Where a line of the data holds the word "Printf", copy that line.

RECORDS TO PROCESS ::
== == ==
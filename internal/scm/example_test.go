package scm_test

import (
	"fmt"

	"github.com/gapwise/gapwise/internal/scm"
	"github.com/gapwise/gapwise/metrics"
)

// The prevalence case shifts only the disease mechanism, so it carries the
// whole simulated FNR gap and every other node gets exactly 0.
func ExampleGroundTruth() {
	m := scm.Screening("prevalence only", scm.Shift{Prevalence: 0.7})
	truth, err := scm.GroundTruth(m, []string{metrics.NameFNR}, 1<<16, 1, scm.ScreeningThreshold, 1)
	if err != nil {
		fmt.Println(err)
		return
	}
	t := truth[0]
	for i, phi := range t.Shapley {
		fmt.Printf("%-8s %+.4f\n", m.Nodes[i].Name, phi)
	}
	fmt.Printf("gap      %+.4f\n", t.Gap)
	// Output:
	// age      +0.0000
	// site     +0.0000
	// disease  +0.0074
	// marker_a +0.0000
	// marker_b +0.0000
	// unread   +0.0000
	// gap      +0.0074
}

// The glove game: player 0 holds a left glove, players 1 and 2 a right glove
// each, and a pair is worth 1. v is indexed by coalition bit set.
func ExampleShapley() {
	v := []float64{0, 0, 0, 1, 0, 1, 0, 1}
	fmt.Printf("%.4f\n", scm.Shapley(v))
	// Output: [0.6667 0.1667 0.1667]
}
== == ==
SOLUTION TO THIS EXERCISE ::
		fmt.Printf("%-8s %+.4f\n", m.Nodes[i].Name, phi)
	fmt.Printf("gap      %+.4f\n", t.Gap)
	fmt.Printf("%.4f\n", scm.Shapley(v))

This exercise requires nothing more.